### TRY IT
The answer is to be the data below, written out in full and exactly.

________

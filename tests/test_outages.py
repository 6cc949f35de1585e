"""Outage sweeps: in-place edits equal rebuilt layouts; dominators agree with re-plans."""

from __future__ import annotations

from dataclasses import replace

import pytest
from hypothesis import HealthCheck, given, settings

import beamplan
from beamplan.analyses.outages import outage_cases, run_sweep
from beamplan.layout.loader import load_layout
from beamplan.network.dominators import single_points_of_failure
from beamplan.network.graph import build_network
from beamplan.optimise.live import LiveModel
from tests.conftest import layout_from_text
from tests.layoutgen import layouts

DEMOS = ["pilot-line", "two-bay", "coated-line", "overbooked"]


def _out_of_service(layout, node_id):  # type: ignore[no-untyped-def]
    """The layout rebuilt with one node's in_service set to false (the slow way)."""
    def off(group):  # type: ignore[no-untyped-def]
        return tuple(replace(x, in_service=False) if x.id == node_id else x for x in group)
    return replace(layout, sources=off(layout.sources), elements=off(layout.elements),
                   scanners=off(layout.scanners))


@pytest.mark.parametrize("name", DEMOS)
def test_in_place_outage_equals_a_rebuilt_layout(name: str) -> None:
    # Reference: the same LP built from scratch for a layout with the node out of
    # service (an independent route through the loader and the LP builder).
    layout = load_layout(f"layouts/{name}.yaml")
    live = LiveModel(build_network(layout))
    for node_id in layout.node_ids:
        with live.outage([node_id]):
            fast = live.plan("headroom")
        slow = beamplan.plan(build_network(_out_of_service(layout, node_id)))
        assert fast.headroom_factor == pytest.approx(slow.headroom_factor, rel=1e-6, abs=1e-9)
        for a, b in zip(fast.scanners, slow.scanners, strict=True):
            assert a.delivered_w == pytest.approx(b.delivered_w, rel=1e-6, abs=1e-6), node_id
    base = live.plan("headroom")  # everything restored afterwards
    assert base.headroom_factor == pytest.approx(beamplan.plan(layout).headroom_factor,
                                                 rel=1e-9)


def test_an_element_on_the_only_path_cuts_the_scanner_off() -> None:
    # pilot-line: m3 is on litho-p2's only path (hand reading of the layout).
    net = build_network(load_layout("layouts/pilot-line.yaml"))
    report = run_sweep(net, [("m3",)])
    [result] = report.results
    assert result.cut_off == ("litho-p2",)
    assert dict((s, w) for s, _, w in result.losing)["litho-p2"] == 0.0
    assert report.single_points["m3"] == ("litho-p2",)


@pytest.mark.parametrize("name", DEMOS)
def test_single_points_of_failure_agree_with_the_replans(name: str) -> None:
    net = build_network(load_layout(f"layouts/{name}.yaml"))
    report = run_sweep(net, outage_cases(net))
    assert report.disagreements == ()
    assert report.finished == report.total_cases == len(net.nodes)


@settings(max_examples=25, deadline=None, derandomize=True, database=None,
          suppress_health_check=[HealthCheck.too_slow])
@given(layouts(max_scanners=8))
def test_single_points_of_failure_agree_on_random_layouts(text: str) -> None:
    # Independent check: dominators (graph theory) against LP re-plans.
    net = build_network(layout_from_text(text))
    report = run_sweep(net, outage_cases(net))
    assert report.disagreements == (), report.disagreements


def test_pairs_and_filters() -> None:
    net = build_network(load_layout("layouts/pilot-line.yaml"))
    assert outage_cases(net, kinds=["mirror"]) == [("m1",), ("m2",), ("m3",)]
    pairs = outage_cases(net, ids=["m1", "m2", "m3"], pairs=True)
    assert pairs == [("m1", "m2"), ("m1", "m3"), ("m2", "m3")]  # 3 choose 2
    with pytest.raises(ValueError, match="exceed the bound"):
        outage_cases(net, pairs=True, max_pairs=10)  # 11 choose 2 = 55 pairs
    with pytest.raises(ValueError, match="did you mean 'm1'"):
        outage_cases(net, ids=["m11"])


def test_sweep_runs_on_a_process_pool_and_agrees_with_in_process() -> None:
    from concurrent.futures import ProcessPoolExecutor

    net = build_network(load_layout("layouts/two-bay.yaml"))
    cases = outage_cases(net)
    here = run_sweep(net, cases, chunk_size=10)
    with ProcessPoolExecutor(2) as pool:
        there = run_sweep(net, cases, executor=pool, chunk_size=10)
    assert [r.label for r in here.results] == [r.label for r in there.results]
    for a, b in zip(here.results, there.results, strict=True):
        assert a.headroom_factor == pytest.approx(b.headroom_factor, rel=1e-9, abs=1e-12)


def test_dominators_include_the_source() -> None:
    spof = single_points_of_failure(build_network(load_layout("layouts/pilot-line.yaml")))
    assert set(spof["halo-fel"]) == {"litho-p1", "litho-p2", "litho-p3"}


@pytest.mark.parametrize("name", DEMOS)
def test_screening_gives_the_exact_lowest_factor_and_shortfalls(name: str) -> None:
    # Reference: the full progressive filling (goal headroom) on the same cases.
    net = build_network(load_layout(f"layouts/{name}.yaml"))
    cases = outage_cases(net)
    fast = {r.label: r for r in run_sweep(net, cases).results}
    exact = {r.label: r for r in run_sweep(net, cases, exact=True).results}
    assert fast.keys() == exact.keys()
    for label, r in exact.items():
        f = fast[label]
        assert f.headroom_factor == pytest.approx(r.headroom_factor, rel=1e-6, abs=1e-9), label
        assert dict(f.short).keys() == dict(r.short).keys(), label
        for sid, short in r.short:
            assert dict(f.short)[sid] == pytest.approx(short, rel=1e-6, abs=1e-6), label
        assert f.cut_off == r.cut_off, label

________

### WRITTEN RESPONSE
filename tests/test_outages.py
repository 6cc949f35de1585e
"""Outage sweeps: in-place edits equal rebuilt layouts; dominators agree with re-plans."""

from __future__ import annotations

from dataclasses import replace

import pytest
from hypothesis import HealthCheck, given, settings

import beamplan
from beamplan.analyses.outages import outage_cases, run_sweep
from beamplan.layout.loader import load_layout
from beamplan.network.dominators import single_points_of_failure
from beamplan.network.graph import build_network
from beamplan.optimise.live import LiveModel
from tests.conftest import layout_from_text
from tests.layoutgen import layouts

DEMOS = ["pilot-line", "two-bay", "coated-line", "overbooked"]


def _out_of_service(layout, node_id):  # type: ignore[no-untyped-def]
    """The layout rebuilt with one node's in_service set to false (the slow way)."""
    def off(group):  # type: ignore[no-untyped-def]
        return tuple(replace(x, in_service=False) if x.id == node_id else x for x in group)
    return replace(layout, sources=off(layout.sources), elements=off(layout.elements),
                   scanners=off(layout.scanners))


@pytest.mark.parametrize("name", DEMOS)
def test_in_place_outage_equals_a_rebuilt_layout(name: str) -> None:
    # Reference: the same LP built from scratch for a layout with the node out of
    # service (an independent route through the loader and the LP builder).
    layout = load_layout(f"layouts/{name}.yaml")
    live = LiveModel(build_network(layout))
    for node_id in layout.node_ids:
        with live.outage([node_id]):
            fast = live.plan("headroom")
        slow = beamplan.plan(build_network(_out_of_service(layout, node_id)))
        assert fast.headroom_factor == pytest.approx(slow.headroom_factor, rel=1e-6, abs=1e-9)
        for a, b in zip(fast.scanners, slow.scanners, strict=True):
            assert a.delivered_w == pytest.approx(b.delivered_w, rel=1e-6, abs=1e-6), node_id
    base = live.plan("headroom")  # everything restored afterwards
    assert base.headroom_factor == pytest.approx(beamplan.plan(layout).headroom_factor,
                                                 rel=1e-9)


def test_an_element_on_the_only_path_cuts_the_scanner_off() -> None:
    # pilot-line: m3 is on litho-p2's only path (hand reading of the layout).
    net = build_network(load_layout("layouts/pilot-line.yaml"))
    report = run_sweep(net, [("m3",)])
    [result] = report.results
    assert result.cut_off == ("litho-p2",)
    assert dict((s, w) for s, _, w in result.losing)["litho-p2"] == 0.0
    assert report.single_points["m3"] == ("litho-p2",)


@pytest.mark.parametrize("name", DEMOS)
def test_single_points_of_failure_agree_with_the_replans(name: str) -> None:
    net = build_network(load_layout(f"layouts/{name}.yaml"))
    report = run_sweep(net, outage_cases(net))
    assert report.disagreements == ()
    assert report.finished == report.total_cases == len(net.nodes)


@settings(max_examples=25, deadline=None, derandomize=True, database=None,
          suppress_health_check=[HealthCheck.too_slow])
@given(layouts(max_scanners=8))
def test_single_points_of_failure_agree_on_random_layouts(text: str) -> None:
    # Independent check: dominators (graph theory) against LP re-plans.
    net = build_network(layout_from_text(text))
    report = run_sweep(net, outage_cases(net))
    assert report.disagreements == (), report.disagreements


def test_pairs_and_filters() -> None:
    net = build_network(load_layout("layouts/pilot-line.yaml"))
    assert outage_cases(net, kinds=["mirror"]) == [("m1",), ("m2",), ("m3",)]
    pairs = outage_cases(net, ids=["m1", "m2", "m3"], pairs=True)
    assert pairs == [("m1", "m2"), ("m1", "m3"), ("m2", "m3")]  # 3 choose 2
    with pytest.raises(ValueError, match="exceed the bound"):
        outage_cases(net, pairs=True, max_pairs=10)  # 11 choose 2 = 55 pairs
    with pytest.raises(ValueError, match="did you mean 'm1'"):
        outage_cases(net, ids=["m11"])


def test_sweep_runs_on_a_process_pool_and_agrees_with_in_process() -> None:
    from concurrent.futures import ProcessPoolExecutor

    net = build_network(load_layout("layouts/two-bay.yaml"))
    cases = outage_cases(net)
    here = run_sweep(net, cases, chunk_size=10)
    with ProcessPoolExecutor(2) as pool:
        there = run_sweep(net, cases, executor=pool, chunk_size=10)
    assert [r.label for r in here.results] == [r.label for r in there.results]
    for a, b in zip(here.results, there.results, strict=True):
        assert a.headroom_factor == pytest.approx(b.headroom_factor, rel=1e-9, abs=1e-12)


def test_dominators_include_the_source() -> None:
    spof = single_points_of_failure(build_network(load_layout("layouts/pilot-line.yaml")))
    assert set(spof["halo-fel"]) == {"litho-p1", "litho-p2", "litho-p3"}


@pytest.mark.parametrize("name", DEMOS)
def test_screening_gives_the_exact_lowest_factor_and_shortfalls(name: str) -> None:
    # Reference: the full progressive filling (goal headroom) on the same cases.
    net = build_network(load_layout(f"layouts/{name}.yaml"))
    cases = outage_cases(net)
    fast = {r.label: r for r in run_sweep(net, cases).results}
    exact = {r.label: r for r in run_sweep(net, cases, exact=True).results}
    assert fast.keys() == exact.keys()
    for label, r in exact.items():
        f = fast[label]
        assert f.headroom_factor == pytest.approx(r.headroom_factor, rel=1e-6, abs=1e-9), label
        assert dict(f.short).keys() == dict(r.short).keys(), label
        for sid, short in r.short:
            assert dict(f.short)[sid] == pytest.approx(short, rel=1e-6, abs=1e-6), label
        assert f.cut_off == r.cut_off, label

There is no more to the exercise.